PROBLEM REQUIREMENTS
Beginning with the line that holds "FADELOOP_TIMEOUT, FADELOOP_TLS_CA, ...)." in the data below, give again every line through the one that holds "RunE: func(c *cobra.Command, args", exactly as written.

Dataset entries:
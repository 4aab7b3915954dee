// Command fadeloop is the command-line tool of fadeloop: it runs uplink
// power-control simulations, sweeps and channel checks against a fadeloop
// server, or, when no --server address is given, against a server started
// inside the process (embedded mode, no port opened).
//
//	fadeloop run                       # the embedded default scenario
//	fadeloop run cell.yaml --plot traces=cell.png
//	fadeloop sweep cell.yaml --axis inner_loop.step_db=0.5,1,2 --format csv --out steps.csv
//	fadeloop check --speed-kmh 120 --profile EVA
//	fadeloop serve --listen 127.0.0.1:7443
//	fadeloop completion bash > /etc/bash_completion.d/fadeloop
//	fadeloop man ./man1
//
// Commands, help, shell completion and man pages come from
// github.com/spf13/cobra; every command's flags may also be set through
// the environment (see envPrefix).
//
// Exit status: 0 success; 2 bad input (every problem printed as
// "path: rule", with the file and line for scenario files); 3 server
// unreachable; 4 tune or capacity found no candidate meeting the
// constraints (the report is still written); 1 anything else, including a
// run cancelled with Ctrl-C.
package main

import (
	"context"
	"errors"
	"flag"
	"fmt"
	"io"
	"os"
	"os/signal"
	"sort"
	"strings"
	"syscall"

	"github.com/spf13/cobra"
	"github.com/spf13/pflag"

	"github.com/fadeloop/fadeloop/client/render"
	"github.com/fadeloop/fadeloop/loop"
)

// cautionHelp is loop.Caution wrapped for the help texts (root, sweep,
// serve): the one wording of the caution about real transmitters.
var cautionHelp = render.Wrap(loop.Caution, 78, "")

// Exit codes.
const (
	exitOK          = 0
	exitFailure     = 1
	exitBadInput    = 2
	exitUnreachable = 3
	// exitConstraintsUnmet: tune or capacity ran, but no candidate meets
	// the constraints (Recommendation.constraints_unmet); the report is
	// written as usual.
	exitConstraintsUnmet = 4
)

// envPrefix starts the environment variable of every flag: FADELOOP_ and
// the flag name in upper case with '-' turned into '_' (--tls-ca:
// FADELOOP_TLS_CA). A flag given on the command line wins over the
// variable.
const envPrefix = "FADELOOP_"

// envName is the environment variable that may set flag name.
func envName(flagName string) string {
	return envPrefix + strings.ToUpper(strings.ReplaceAll(flagName, "-", "_"))
}

// action runs a command on its positional arguments, after its flags
// (bound when the command was built) have been parsed.
type action func(ctx context.Context, args []string) error

// command is one subcommand.
type command struct {
	order   int // position in the command list
	name    string
	summary string
	usage   string // argument synopsis after the command name
	details string // description and examples, printed by --help
	// run binds the command's own flags into fs and returns what to do
	// once they are parsed.
	run func(e *env, fs *flag.FlagSet) action
}

var commands []*command

func register(c *command) { commands = append(commands, c) }

// env is what every command gets: output streams and the global options.
type env struct {
	stdout, stderr io.Writer
	g              *globals
	given          map[string]bool // flags set on the command line or from the environment
}

// flagGiven reports whether flag name was set on the command line or from
// its environment variable.
func (e *env) flagGiven(name string) bool { return e.given[name] }

func main() {
	ctx, stop := signal.NotifyContext(context.Background(), os.Interrupt, syscall.SIGTERM)
	code := run(ctx, os.Args[1:], os.Stdout, os.Stderr)
	stop()
	os.Exit(code)
}

// run is the whole program; it returns the exit status.
func run(ctx context.Context, args []string, stdout, stderr io.Writer) int {
	e := &env{stdout: stdout, stderr: stderr, g: &globals{}}
	root := newRoot(e)
	root.SetArgs(doubleDash(root, args))
	root.SetOut(stdout)
	root.SetErr(stderr)
	c, err := root.ExecuteContextC(ctx)
	name := ""
	if c != nil && c != root {
		name = c.Name()
	}
	return report(stderr, name, err)
}

// doubleDash rewrites single-dash long flags (-slots 3000, -format=csv),
// which the earlier flag parser read, to the double-dash form; arguments
// after "--" and single letters (-h) stay as they are.
func doubleDash(root *cobra.Command, args []string) []string {
	names := map[string]bool{}
	var walk func(c *cobra.Command)
	walk = func(c *cobra.Command) {
		c.Flags().VisitAll(func(f *pflag.Flag) { names[f.Name] = true })
		c.PersistentFlags().VisitAll(func(f *pflag.Flag) { names[f.Name] = true })
		for _, sub := range c.Commands() {
			walk(sub)
		}
	}
	walk(root)
	out := make([]string, len(args))
	for i, a := range args {
		out[i] = a
		if a == "--" {
			copy(out[i:], args[i:])
			break
		}
		name, _, _ := strings.Cut(strings.TrimPrefix(a, "-"), "=")
		if len(a) > 2 && a[0] == '-' && a[1] != '-' && len(name) > 1 && names[name] {
			out[i] = "-" + a
		}
	}
	return out
}

// newRoot builds the command tree: every registered command, completion
// (from cobra) and man.
func newRoot(e *env) *cobra.Command {
	cobra.EnableCommandSorting = false
	root := &cobra.Command{
		Use:   "fadeloop [global flags] <command> [flags] [arguments]",
		Short: "uplink power-control simulation against a fadeloop server or an embedded one",
		Long: `fadeloop simulates uplink transmit power control (inner and outer loop) over
fading channels with near-far users, against a fadeloop server or an
embedded one.

` + cautionHelp + `

Environment: every flag may also be set as FADELOOP_ followed by its name in
upper case with '-' turned into '_' (FADELOOP_SERVER, FADELOOP_FORMAT,
FADELOOP_TIMEOUT, FADELOOP_TLS_CA, ...). A flag on the command line wins.

Exit status: 0 success; 2 bad input; 3 server unreachable; 4 tune or
capacity found no candidate meeting the constraints (report still written);
1 otherwise (including a call cancelled with Ctrl-C).`,
		Version:           versionString(),
		SilenceErrors:     true,
		SilenceUsage:      true,
		Args:              cobra.ArbitraryArgs,
		PersistentPreRunE: func(c *cobra.Command, _ []string) error { return applyEnv(c.Flags()) },
		RunE: func(c *cobra.Command, args []string) error {
			if len(args) > 0 {
				return badInputf("unknown command %q (commands: %s)", args[0], commandNames())
			}
			// No command: the usage on standard error, exit 2.
			c.SetOut(e.stderr)
			c.Usage()
			return badInputf("no command given")
		},
	}
	root.SetVersionTemplate("fadeloop {{.Version}}\n")
	root.SetUsageTemplate(usageTemplate)
	root.SetHelpTemplate(helpTemplate)
	root.SetFlagErrorFunc(func(_ *cobra.Command, err error) error { return badInput{err} })
	gfs := flag.NewFlagSet("fadeloop", flag.ContinueOnError)
	e.g.register(gfs)
	root.PersistentFlags().AddGoFlagSet(gfs)
	oneDefault(root.PersistentFlags())

	for _, c := range sortedCommands() {
		fs := flag.NewFlagSet(c.name, flag.ContinueOnError)
		act := c.run(e, fs)
		use := c.name + " [flags]"
		if c.usage != "" {
			use += " " + c.usage
		}
		cc := &cobra.Command{
			Use:   use,
			Short: c.summary,
			Long:  strings.TrimSpace(c.summary) + "\n\n" + strings.TrimRight(c.details, "\n"),
			RunE: func(cc *cobra.Command, args []string) error {
				e.given = map[string]bool{}
				cc.Flags().Visit(func(f *pflag.Flag) { e.given[f.Name] = true })
				return act(cc.Context(), args)
			},
		}
		cc.Flags().AddGoFlagSet(fs)
		oneDefault(cc.Flags())
		root.AddCommand(cc)
	}
	root.AddCommand(newManCommand(root))
	return root
}

// oneDefault keeps --help from showing two defaults for one flag: a flag
// whose description already says what its default or its zero value
// means ("(0: none)", "table (the default)", "(default: ...)") gets no
// generated "(default …)" after it (pflag prints one for every value it
// does not recognise as zero, such as a duration's "0s"). Only the help
// text changes: the flag's value is untouched.
func oneDefault(fs *pflag.FlagSet) {
	fs.VisitAll(func(f *pflag.Flag) {
		u := f.Usage
		if strings.Contains(u, "(0: ") || strings.Contains(u, "(the default") || strings.Contains(u, "(its default") ||
			strings.Contains(u, "(default ") || strings.Contains(u, "(default:") {
			f.DefValue = ""
		}
	})
}

// applyEnv sets every flag not given on the command line from its
// environment variable (see envName), if that is set.
func applyEnv(fs *pflag.FlagSet) error {
	var err error
	fs.VisitAll(func(f *pflag.Flag) {
		if err != nil || f.Changed || f.Name == "help" || f.Name == "version" {
			return
		}
		v, ok := os.LookupEnv(envName(f.Name))
		if !ok {
			return
		}
		if e := fs.Set(f.Name, v); e != nil {
			err = badInputf("%s=%q (for --%s): %v", envName(f.Name), v, f.Name, e)
		}
	})
	return err
}

// helpTemplate is the --help layout of every command: usage line,
// description with examples, subcommands, own flags, global flags.
const helpTemplate = "Usage: {{.UseLine}}{{with .Long}}\n\n{{.}}{{end}}" + flagsTemplate

// usageTemplate is helpTemplate without the description.
const usageTemplate = "Usage: {{.UseLine}}" + flagsTemplate

const flagsTemplate = `{{if .HasAvailableSubCommands}}

Commands:
{{range .Commands}}{{if (or .IsAvailableCommand (eq .Name "help"))}}  {{rpad .Name .NamePadding }} {{.Short}}
{{end}}{{end}}{{end}}{{if .HasParent}}{{if .HasAvailableLocalFlags}}

Flags:
{{.LocalFlags.FlagUsagesWrapped 80 | trimTrailingWhitespaces}}{{end}}{{if .HasAvailableInheritedFlags}}

Global flags:
{{.InheritedFlags.FlagUsagesWrapped 80 | trimTrailingWhitespaces}}{{end}}{{else}}

Global flags (also accepted after the command):
{{.LocalFlags.FlagUsagesWrapped 80 | trimTrailingWhitespaces}}

Run "fadeloop <command> --help" for a command's flags and examples.{{end}}
`

// sortedCommands lists the commands in their documented order.
func sortedCommands() []*command {
	cs := append([]*command(nil), commands...)
	sort.SliceStable(cs, func(i, j int) bool { return cs[i].order < cs[j].order })
	return cs
}

func commandNames() string {
	var n []string
	for _, c := range sortedCommands() {
		n = append(n, c.name)
	}
	return strings.Join(append(n, "completion", "man", "help"), ", ")
}

// badInput marks an error as the user's input (exit 2).
type badInput struct{ err error }

func (b badInput) Error() string { return b.err.Error() }
func (b badInput) Unwrap() error { return b.err }

func badInputf(format string, a ...any) error { return badInput{fmt.Errorf(format, a...)} }

func isBadInput(err error) bool {
	var bi badInput
	return errors.As(err, &bi)
}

RESPONSE AREA
FADELOOP_TIMEOUT, FADELOOP_TLS_CA, ...). A flag on the command line wins.

Exit status: 0 success; 2 bad input; 3 server unreachable; 4 tune or
capacity found no candidate meeting the constraints (report still written);
1 otherwise (including a call cancelled with Ctrl-C).`,
		Version:           versionString(),
		SilenceErrors:     true,
		SilenceUsage:      true,
		Args:              cobra.ArbitraryArgs,
		PersistentPreRunE: func(c *cobra.Command, _ []string) error { return applyEnv(c.Flags()) },
		RunE: func(c *cobra.Command, args []string) error {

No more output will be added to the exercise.